Please first check search path by below code.
SHOW SEARCH_PATH
If schema name is not defined in search path , you can reset search path.
SET SEARCH_PATH to '$user', public, YOUR_SCEHMA_NAME
You can use - desc / to see the view/table definition in Redshift.
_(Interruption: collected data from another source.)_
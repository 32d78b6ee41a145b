"""Gain and phase at a frequency, and peaking: against ngspice on the netlist as written, and against changed cards."""

from __future__ import annotations

import math
from pathlib import Path

import numpy as np
import pytest
from msgspec.structs import replace

from answers.unity_judge import judge
from tauledger.answers.answer import Subject
from tauledger.answers.at import at_facts
from tauledger.answers.peaking import peak_facts
from tauledger.asked import Asked
from tauledger.circuit import NO_CHANGE, Change, Port
from tauledger.devices.parts import capacitance, resistance, transconductance, voltage_source
from tauledger.engine.client import Engine
from tauledger.errors import InputError
from tauledger.explain import NOTHING
from tauledger.netlist import read
from tauledger.network.agreement import Agreement
from tauledger.network.assemble import Network
from tauledger.numbers import Numbers, solve
from tauledger.pipeline import review, review_network
from tauledger.record import AtFacts, PeakFacts

FIXTURES = Path(__file__).parents[2] / "fixtures"
FOLLOWER = FIXTURES / "line_follower.cir"


def at(board: str, hz: float, engine: Engine) -> AtFacts:
    (facts,) = review(FIXTURES / board, engine=engine, asked=Asked(at_hz=(hz,))).at
    return facts


@pytest.mark.parametrize(
    ("board", "output", "hz"),
    [
        ("photo_front.cir", "v(out)", 3e8),
        ("tia_pair.cir", "v(out)", 2e7),
        ("opamp_filter.cir", "v(adc)", 3e4),
        ("line_follower.cir", "v(out)", 1e7),
        ("series_shunt.cir", "v(out)", 2e7),
        ("cable_driver.cir", "v(out)", 20.0),
        ("servo_gain.cir", "v(out)", 1e7),
    ],
)
def test_gain_and_phase_are_those_of_ngspice_on_the_netlist_as_written(
    board: str, output: str, hz: float, engine: Engine, tmp_path: Path
) -> None:
    facts = at(board, hz, engine)
    ran = judge(FIXTURES / board, tmp_path, output, hz, 1.01 * hz).output[0]
    assert facts.simulated_db == pytest.approx(20.0 * math.log10(abs(ran)), abs=1e-3)
    assert facts.simulated_deg is not None
    turns = (facts.simulated_deg - math.degrees(np.angle(ran))) / 360.0
    assert turns == pytest.approx(round(turns), abs=1e-5)
    assert facts.exact_db == pytest.approx(facts.simulated_db, abs=1e-6)
    assert facts.exact_deg == pytest.approx(facts.simulated_deg, abs=1e-3)
    assert facts.exact_beyond_deg == pytest.approx(facts.simulated_beyond_deg, abs=1e-3)


def test_the_phase_goes_on_beyond_a_turn() -> None:
    """Five equal poles at ten times their frequency: 5·84.3°, not what is left of it after a turn."""
    parts = [voltage_source("VS", "n0", "0", 1.0)]
    for k in range(5):
        out = f"n{k + 1}"
        parts += [
            transconductance(f"A{k}", ("0", out), (f"n{k}", "0"), 1e-2, label="gm"),
            resistance(f"R{k}", out, "0", 1e3),
            capacitance(f"C{k}", out, "0", 1e-9),
        ]
    pole = 1.0 / (2.0 * math.pi * 1e-6)
    network = Network.from_parts(parts, output=Port("n5"))
    (facts,) = review_network(network, asked=Asked(at_hz=(10.0 * pole,))).at
    assert facts.exact_beyond_deg == pytest.approx(-5.0 * math.degrees(math.atan(10.0)))
    assert (facts.simulated_db, facts.simulated_deg, facts.simulated_beyond_deg) == (None, None, None)


@pytest.mark.parametrize(("name", "value"), [("CF", 4e-15), ("CPD", 1.5e-12), ("CL", 150e-15)])
def test_what_an_element_does_there_is_what_ngspice_says_of_the_changed_card(
    name: str, value: float, engine: Engine
) -> None:
    board, hz, step = "photo_front.cir", 3e8, 0.01
    one = next(element for element in at(board, hz, engine).elements if element.name == name)
    ran = []
    for by in (step, -step):
        change = Change(elements=((name, value * math.exp(by)),))
        ran.append(review(FIXTURES / board, engine=engine, change=change, asked=Asked(at_hz=(hz,))).at[0])
    more, less = ran
    assert more.simulated_db is not None
    assert less.simulated_db is not None
    gain = (more.simulated_db - less.simulated_db) / (20.0 * math.log10(math.e)) / (2.0 * step)
    assert one.gain == pytest.approx(gain, abs=1e-3)
    assert more.simulated_deg is not None
    assert less.simulated_deg is not None
    assert 100.0 * one.phase_deg == pytest.approx((more.simulated_deg - less.simulated_deg) / (2.0 * step), abs=0.05)


@pytest.mark.parametrize("hz", [0.0, 2e12])
def test_nothing_is_looked_at_where_ngspice_has_no_answer(hz: float, engine: Engine) -> None:
    with pytest.raises(InputError, match="no frequency to look at"):
        at("echo_preamp.cir", hz, engine)


def untrusted(numbers: Numbers) -> Numbers:
    return replace(numbers, agreement=Agreement(0.1, 1e3, 100))


def test_a_network_that_is_not_trusted_leaves_the_figures_of_ngspice_alone(engine: Engine) -> None:
    netlist = read(FOLLOWER)
    numbers = solve(netlist, NO_CHANGE, engine)
    whole = at_facts(Subject(numbers, NOTHING, netlist, NO_CHANGE, engine), (3e7,))[0]
    left = at_facts(Subject(untrusted(numbers), NOTHING, netlist, NO_CHANGE, engine), (3e7,))[0]
    assert left.simulated_db == whole.simulated_db
    assert left.simulated_deg == pytest.approx(whole.simulated_deg)
    assert (left.exact_db, left.exact_deg, left.elements) == (None, None, ())
    assert peak_facts(Subject(untrusted(numbers), NOTHING, netlist, NO_CHANGE, engine)) == ()


def peak(engine: Engine, change: Change = NO_CHANGE) -> PeakFacts:
    (facts,) = review(FOLLOWER, engine=engine, change=change, asked=Asked(peaking=True)).peaking
    return facts


def test_the_peak_of_a_follower_into_a_capacitance_is_that_of_ngspice(engine: Engine, tmp_path: Path) -> None:
    facts = peak(engine)
    ran = np.abs(judge(FOLLOWER, tmp_path, "v(out)", 1e3, 1e8).output)
    assert facts.edge == "f_high"
    assert facts.simulated_db == pytest.approx(20.0 * math.log10(ran.max() / ran[0]), abs=1e-3)
    assert facts.exact_db == pytest.approx(facts.simulated_db, abs=1e-5)
    assert facts.exact_at_hz == pytest.approx(facts.simulated_at_hz, rel=1e-3)


def test_what_makes_the_peak_is_what_ngspice_says_of_a_changed_card(engine: Engine) -> None:
    facts = peak(engine)
    one = next(element for element in facts.elements if element.name == "CL")
    step = 0.01
    more, less = (peak(engine, Change(elements=(("CL", 680e-12 * math.exp(by)),))) for by in (step, -step))
    assert more.simulated_db is not None
    assert less.simulated_db is not None
    assert 100.0 * one.peaking_db == pytest.approx((more.simulated_db - less.simulated_db) / (2.0 * step), rel=1e-3)


def test_the_first_two_of_the_peak_were_computed_again(engine: Engine) -> None:
    facts = peak(engine)
    assert [one.rerun_db is not None for one in facts.elements] == [True, True, *[False] * (len(facts.elements) - 2)]
    sizes = [abs(one.peaking_db) for one in facts.elements]
    assert sizes == sorted(sizes, reverse=True)
    for one in facts.elements[:2]:
        assert one.rerun_db is not None
        assert one.rerun_db - facts.exact_db == pytest.approx(-10.0 * one.peaking_db, rel=0.15)


def test_an_amplifier_without_a_peak_has_nothing_to_tell(engine: Engine) -> None:
    assert review(FIXTURES / "echo_preamp.cir", engine=engine, asked=Asked(peaking=True)).peaking == ()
I have been using Workbench/J as a SQL client for Redshift and it gives the definition in the Messages tab adjacent to Result tab.
In the following post, I documented queries to retrieve TABLE and COLUMN comments from Redshift.
https://sqlsylvia.wordpress.com/2017/04/29/redshift-comment-views-documenting-data/
Enjoy!
Table Comments
SELECT n.nspname AS schema_name
, pg_get_userbyid(c.relowner) AS table_owner
, c.relname AS table_name
, CASE WHEN c.relkind = 'v' THEN 'view' ELSE 'table' END
AS table_type
, d.description AS table_description
FROM pg_class As c
LEFT JOIN pg_namespace n ON n.oid = c.relnamespace
LEFT JOIN pg_tablespace t ON t.oid = c.reltablespace
LEFT JOIN pg_description As d
ON (d.objoid = c.oid AND d.objsubid = 0)
WHERE c.relkind IN('r', 'v') AND d.description > ''
ORDER BY n.nspname, c.relname ;
Column Comments
SELECT n.nspname AS schema_name
, pg_get_userbyid(c.relowner) AS table_owner
, c.relname AS table_name
, a.attname AS column_name
, d.description AS column_description
FROM pg_class AS c
INNER JOIN pg_attribute As a ON c.oid = a.attrelid
INNER JOIN pg_namespace n ON n.oid = c.relnamespace
LEFT JOIN pg_tablespace t ON t.oid = c.reltablespace
LEFT JOIN pg_description As d
ON (d.objoid = c.oid AND d.objsubid = a.attnum)
WHERE c.relkind IN('r', 'v')
AND a.attname NOT
IN ('cmax', 'oid', 'cmin', 'deletexid', 'ctid', 'tableoid','xmax', 'xmin', 'insertxid')
ORDER BY n.nspname, c.relname, a.attname;
Shortcut
\d for show all tables
\d tablename to describe table
\? for more shortcuts for redshift
redshift now support show table
show table analytics.dw_users
https://forums.aws.amazon.com/ann.jspa?annID=8641
You can simply use the command below to describe a table.
desc table-name
or
desc schema-name.table-name